Fig 1.
EBV latency oncoprotein–driven B cell metabolism remodeling.
Schematic diagram demonstrating changes in key metabolic pathways during EBV-driven B cell transformation into LCLs. Relative cell size and pathway activation states are depicted. EBV factors associated with each phase of transformation are noted. Metabolic programs and EBV oncogenic factors that regulate them are displayed below. EBNA, Epstein–Barr nuclear antigen; EBV, Epstein–Barr virus; LCL, lymphoblastoid cell line; LMP, latent membrane protein; ncRNA, noncoding RNA; OXPHOS, oxidative phosphorylation.
Fig 2.
EBV-driven 1C pathway drives nucleotide and glutathione synthesis.
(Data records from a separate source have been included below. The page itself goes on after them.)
"""Real histories for tests: open datasets that registry packages ship, turned into forecasts.

Nobody on the team wrote these series, so their calendars and quirks are real: trading days with
holidays, long histories, outcomes that are hard to forecast. Each history gets an *honest*
forecast: a logistic regression (scikit-learn) fitted, for each year, on the earlier years only,
then rounded to two decimals as forecast suppliers publish them. The columns are those a user
writes: ``date`` (ISO text, the occasion the forecast is for), ``probability`` and ``outcome`` (0/1).

Sources (each shipped inside a package on PyPI, read offline):

- ``arch.data.sp500``: daily S&P 500 index prices, 1999-2018, trading days only (the ``arch``
  package, K. Sheppard; data as the package ships it). Event: the index closes up on the day.
- ``arch.data.wti``: daily West Texas Intermediate crude oil spot price, 1986-2019 (``arch``;
  the package credits FRED series DCOILWTICO). Event: a move of 3% or more, either way.
- ``vega_datasets`` "seattle-weather": daily weather at Seattle, 2012-2015 (the vega-datasets
  package). Event: a day with precipitation.

Helpers only: no test asserts a value of these data sets that is not computed from them in the
test itself.
"""

from __future__ import annotations

import numpy as np
import pandas as pd
import pytest

__all__ = ["sp500_up", "wti_big_move", "seattle_rain", "with_noise_forecast", "to_history_frame"]


def _honest_logistic(frame: pd.DataFrame, features: list[str], outcome: str, first_years: int = 2) -> pd.DataFrame:
    """Probability of ``outcome`` for each row, from a logistic regression fitted on earlier years.

    Rows of the first ``first_years`` years only train the model and are dropped.
    """
    from sklearn.linear_model import LogisticRegression

    years = frame.index.year
    out = []
    for year in sorted(set(years))[first_years:]:
        train = years < year
        model = LogisticRegression(max_iter=1000)
        model.fit(frame.loc[train, features].to_numpy(), frame.loc[train, outcome].to_numpy())
        now = frame.loc[years == year]
        p = model.predict_proba(now[features].to_numpy())[:, 1]
        out.append(pd.DataFrame({"probability": np.round(p, 2), "outcome": now[outcome].astype(int).to_numpy()},
                                index=now.index))
    return pd.concat(out)


def to_history_frame(frame: pd.DataFrame) -> pd.DataFrame:
    """A frame indexed by date as a user's history file: ISO ``date`` text, probability, outcome."""
    return pd.DataFrame({"date": frame.index.strftime("%Y-%m-%d"),
                         "probability": frame["probability"].to_numpy(),
                         "outcome": frame["outcome"].to_numpy()})


def sp500_up() -> pd.DataFrame:
    """Trading days 2001-2018: will the S&P 500 close up? (a forecast with little or no skill)."""
    sp500 = pytest.importorskip("arch.data.sp500")
    close = sp500.load()["Adj Close"]
    ret = np.log(close).diff()
    frame = pd.DataFrame({"up": (ret > 0).astype(int), "r1": ret.shift(1), "r5": ret.rolling(5).sum().shift(1),
                          "r20": ret.rolling(20).sum().shift(1)}).dropna()
    return to_history_frame(_honest_logistic(frame, ["r1", "r5", "r20"], "up"))


def wti_big_move(threshold: float = 0.03) -> pd.DataFrame:
    """Trading days 1988-2019: does the crude oil price move by ``threshold`` or more? (volatility
    clusters, so yesterday's moves give a forecast with real skill)."""
    wti = pytest.importorskip("arch.data.wti")
    price = wti.load()["DCOILWTICO"].dropna()
    price = price[price > 0]
    ret = np.log(price).diff()
    frame = pd.DataFrame({"move": (ret.abs() >= threshold).astype(int), "a1": ret.abs().shift(1),
                          "a5": ret.abs().rolling(5).mean().shift(1),
                          "a20": ret.abs().rolling(20).mean().shift(1)}).dropna()
    return to_history_frame(_honest_logistic(frame, ["a1", "a5", "a20"], "move"))


def seattle_rain() -> pd.DataFrame:
    """Every day 2013-2015: will it rain in Seattle? (yesterday's weather and the season give skill)."""
    local_data = pytest.importorskip("vega_datasets").local_data
    weather = local_data.seattle_weather().set_index("date")
    weather.index = pd.DatetimeIndex(weather.index)
    wet = (weather["precipitation"] > 0).astype(int)
    day = weather.index.dayofyear.to_numpy()
    frame = pd.DataFrame({"wet": wet, "wet1": wet.shift(1), "tmax1": weather["temp_max"].shift(1),
                          "range1": (weather["temp_max"] - weather["temp_min"]).shift(1),
                          "wind1": weather["wind"].shift(1),
                          "s": np.sin(2 * np.pi * day / 365.25), "c": np.cos(2 * np.pi * day / 365.25)},
                         index=weather.index).dropna()
    return to_history_frame(_honest_logistic(frame, ["wet1", "tmax1", "range1", "wind1", "s", "c"], "wet",
                                             first_years=1))


def with_noise_forecast(frame: pd.DataFrame, seed: int) -> pd.DataFrame:
    """The same outcomes with a forecast of pure noise: uniform probabilities, two decimals."""
    rng = np.random.default_rng(seed)
    return frame.assign(probability=np.round(rng.random(len(frame)), 2))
EBNA2 and MYC induce the 1C, glycolysis, and de novo serine synthesis pathways in B cells. They also up-regulate plasma membrane abundance of the GLUT1 and ASCT1/2 transporters to increase glucose and serine import, respectively. Serine pools are further expanded by the de novo serine synthesis pathway, which metabolizes the glycolysis product 3-PG into serine and generate NADH and αKG byproducts. EBV also supports mitochondrial 1C metabolism via up-regulation of the SLC25A32 serine and SFXN1 folate transporters. Mitochondrial 1C metabolism converts serine into glycine, NADPH, and a serine-derived carbon unit (red ball), which is shuttled into the cytosol for use in purine and thymidylate biosynthesis. The carbon-loaded 1C folate carriers 5-10-meTHF and 10-CHO-THF are shown. 1C, one-carbon; 3-PG, 3-phosphoglycerate; 3-PHP, 3-phosphohydroxypyruvate; P-ser, 3-phosphoserine; 5-10-meTHF, 5-10-methylenetetrahydrofolate; 10-CHO-THF, 10-formyl THF; EBNA2, Epstein–Barr nuclear antigen 2; EBV, Epstein–Barr virus.